C’était une bonne question puisqu’il était connu pour éviter le contact avec les réceptacles. Il haussa d’une épaule, fit un sourire un peu tordu et s’approcha de la porte. Elle était en fer poli, comme toute celle du quartier. Il posa les doigts dessus et soupira.

- Je viens donner de ma personne.

Puis un peu plus fort, il prononça les mots qui allait tout changer.

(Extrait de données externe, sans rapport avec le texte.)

"""Report stage: tables (CSV, Parquet), per-cell figures, the day's page, the run record.

Only reads results; never recomputes them. Every file is written atomically.

The names below are loaded on first use (PEP 562): importing ``pipeline.report.atomic`` or
``pipeline.report.tables`` must not import matplotlib, which a tables-only run never needs.
"""

from __future__ import annotations

import importlib
from typing import Any

_WHERE = {
    "atomic_path": "atomic",
    "atomic_write_bytes": "atomic",
    "atomic_write_text": "atomic",
    "FigureSettings": "figures",
    "cell_figure": "figures",
    "figure_names": "figures",
    "safe_name": "figures",
    "render_page": "page",
    "write_page": "page",
    "Table": "tables",
    "cells_frame": "tables",
    "cells_table": "tables",
    "read_table_csv": "tables",
    "spikes_frame": "tables",
    "spikes_table": "tables",
    "sweeps_frame": "tables",
    "sweeps_table": "tables",
    "table_to_csv": "tables",
    "write_parquet": "tables",
    "write_run_json": "tables",
    "write_tables": "tables",
}

__all__ = sorted(_WHERE)


def __getattr__(name: str) -> Any:
    module = _WHERE.get(name)
    if module is None:
        raise AttributeError(f"module {__name__!r} has no attribute {name!r}")
    return getattr(importlib.import_module(f"{__name__}.{module}"), name)


def __dir__() -> list[str]:
    return sorted({*globals(), *_WHERE})
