def summary_png(
    cells: Table | pd.DataFrame,
    summary_columns: Sequence[str],
    group_column: str | None = "condition",
) -> bytes | None:
    """Distribution plots of the main properties by group: a box over the cells that passed QC,
    each cell as a dot (failed cells hollow grey, not in the box).

    Parameters
    ----------
    cells : Table or pandas.DataFrame
        The cells table (report units).
    summary_columns : sequence of str
        Columns to plot; those absent from the table are skipped.
    group_column : str or None
        Column that groups the cells (e.g. a sheet's ``condition``); one group when absent.

    Returns
    -------
    bytes or None
        PNG, or None when no summary column is in the table.
    """
    cells = as_table(cells)
    cols = [c for c in summary_columns if c in cells.columns]
    if not cols or not len(cells):
        return None
    title, order, labels = _groups(cells, group_column)
    values = {c: cells.numbers(c) for c in cols}
    # a group whose cells have no value at all (e.g. files that could not be read) gets no column
    has_value = np.any([~np.isnan(v) for v in values.values()], axis=0)
    order = [g for g in order if has_value[labels == g].any()] or order
    passed = np.array([_row_state(r) == "pass" for r in cells.records()])
    # matplotlib only here: a tables-only run (no figures, no plots) never imports it
    import matplotlib
    from matplotlib.figure import Figure

    from pipeline.report.figures import _Canvas  # the cell figures' canvas and PNG writer

    rng = np.random.default_rng(0)  # fixed jitter: the page is identical run to run
    with matplotlib.rc_context({"text.parse_math": False, "font.size": 8}):
        fig = Figure(
            figsize=(max(2.4 * len(cols), 4.0), 2.9 + 0.05 * max(len(g) for g in order)), dpi=100
        )
        _Canvas(fig)
        axes = fig.subplots(1, len(cols), squeeze=False)[0]
        for ax, col in zip(axes, cols, strict=True):
            _strip_box(ax, values[col], labels, order, passed, rng)
            ax.set_title(_LABELS.get(col, col), fontsize=9)
            ax.set_xlabel(title or "")
        fig.subplots_adjust(left=0.06, right=0.99, bottom=0.22, top=0.88, wspace=0.38)
        buf = io.BytesIO()
        fig.savefig(buf, format="png", dpi=100)
    return buf.getvalue()
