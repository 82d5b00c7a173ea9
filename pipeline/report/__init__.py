"""Report stage: tables (CSV, Parquet), per-cell figures, the day's page, the run record.

Only reads results; never recomputes them. Every file is written atomically.
"""

from pipeline.report.atomic import atomic_path, atomic_write_bytes, atomic_write_text
from pipeline.report.figures import FigureSettings, cell_figure, figure_names, safe_name
from pipeline.report.page import render_page, write_page
from pipeline.report.tables import (
    cells_frame,
    read_table_csv,
    spikes_frame,
    sweeps_frame,
    write_run_json,
    write_tables,
)

__all__ = [
    "FigureSettings",
    "atomic_path",
    "atomic_write_bytes",
    "atomic_write_text",
    "cell_figure",
    "cells_frame",
    "figure_names",
    "read_table_csv",
    "render_page",
    "safe_name",
    "spikes_frame",
    "sweeps_frame",
    "write_page",
    "write_run_json",
    "write_tables",
]
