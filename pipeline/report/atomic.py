"""Atomic file writes: a reader never sees a half-written output, a failed write keeps the old one.

Each writer writes into a temporary file in the destination folder (same file system, so the
final ``os.replace`` is atomic on POSIX and Windows) and renames it onto the destination only
when it finished without error.
"""

from __future__ import annotations

import contextlib
import os
import tempfile
from collections.abc import Iterator
from pathlib import Path

_UMASK: int | None = None


def _default_mode() -> int:
    """Permissions a plain ``open(path, "w")`` would give (mkstemp gives 0600)."""
    global _UMASK
    if _UMASK is None:
        _UMASK = os.umask(0)
        os.umask(_UMASK)
    return 0o666 & ~_UMASK


@contextlib.contextmanager
def atomic_path(path: str | os.PathLike[str]) -> Iterator[Path]:
    """Yield a temporary path next to ``path``; move it onto ``path`` when the block succeeds.

    For writers that want a file name (``Figure.savefig``, ``pyarrow.parquet.write_table``). The
    temporary name keeps the destination's suffix so writers that infer the format from it
    still work. On any exception the temporary file is removed, ``path`` is left untouched and
    the exception propagates.

    Parameters
    ----------
    path : str or os.PathLike
        Final destination. Its folder must exist.

    Yields
    ------
    pathlib.Path
        Where the writer should write.
    """
    dest = Path(path)
    fd, tmp_name = tempfile.mkstemp(
        dir=dest.parent, prefix=f".{dest.name}.", suffix=f".tmp{dest.suffix}"
    )
    os.close(fd)
    tmp = Path(tmp_name)
    try:
        yield tmp
        os.chmod(tmp, _default_mode())
        os.replace(tmp, dest)
    except BaseException:
        with contextlib.suppress(FileNotFoundError):
            tmp.unlink()
        raise


def atomic_write_bytes(path: str | os.PathLike[str], data: bytes, *, sync: bool = True) -> Path:
    """Write ``data`` to ``path`` atomically (flushed to disk before the rename).

    Parameters
    ----------
    path : str or os.PathLike
        Destination file; its folder must exist.
    data : bytes
        Content.
    sync : bool
        fsync before the rename, so the file survives a power cut. The cache turns it off: a
        lost entry is only analysed again, and the sync costs tens of ms per file.

    Returns
    -------
    pathlib.Path
        The destination.
    """
    dest = Path(path)
    with atomic_path(dest) as tmp, open(tmp, "wb") as fh:
        fh.write(data)
        fh.flush()
        if sync:
            os.fsync(fh.fileno())
    return dest


def atomic_write_text(
    path: str | os.PathLike[str], text: str, encoding: str = "utf-8", *, sync: bool = True
) -> Path:
    """Write ``text`` to ``path`` atomically, UTF-8 and ``\\n`` line ends by default.

    Parameters
    ----------
    path : str or os.PathLike
        Destination file; its folder must exist.
    text : str
        Content; line ends are written as given (no platform translation).
    encoding : str
        Text encoding.
    sync : bool
        As for :func:`atomic_write_bytes`.

    Returns
    -------
    pathlib.Path
        The destination.
    """
    return atomic_write_bytes(path, text.encode(encoding), sync=sync)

- Je veux que cette porte s’ouvre.

Il y eu un grand silence derrière lui, la porte se déverrouilla et s’entrouvrit doucement, laissant échapper les bruits de l’intérieur du quartier. Les réceptacles se levèrent derrière lui, les uns après les autres mais ils ne firent pas un pas. Un vœu pouvait les renvoyer de la zone. Combattre un reproducteur, ce n’était pas une bonne idée. Ils ne pouvaient pas simplement rentrer et prendre Nashran, même si cela faisait douze jours qu’ils attendaient ce moment. Never, lui, entra et il referma derrière lui. Les quartiers étaient identiques à la dernière fois qu’il était venu, peut-être simplement un peu plus délabré ? Peut-être. Le grand gémissement paniqué qui s’éleva d’une partie un peu plus reculée de l’habitation le gela de l’intérieur et l’instant d’après, il sentit un feu bouillonnant dans son ventre. Il avança et s’arrêta alors qu’Ogma se tournait vers lui. Nashran était là, derrière lui, seulement c’était une vision d’horreur.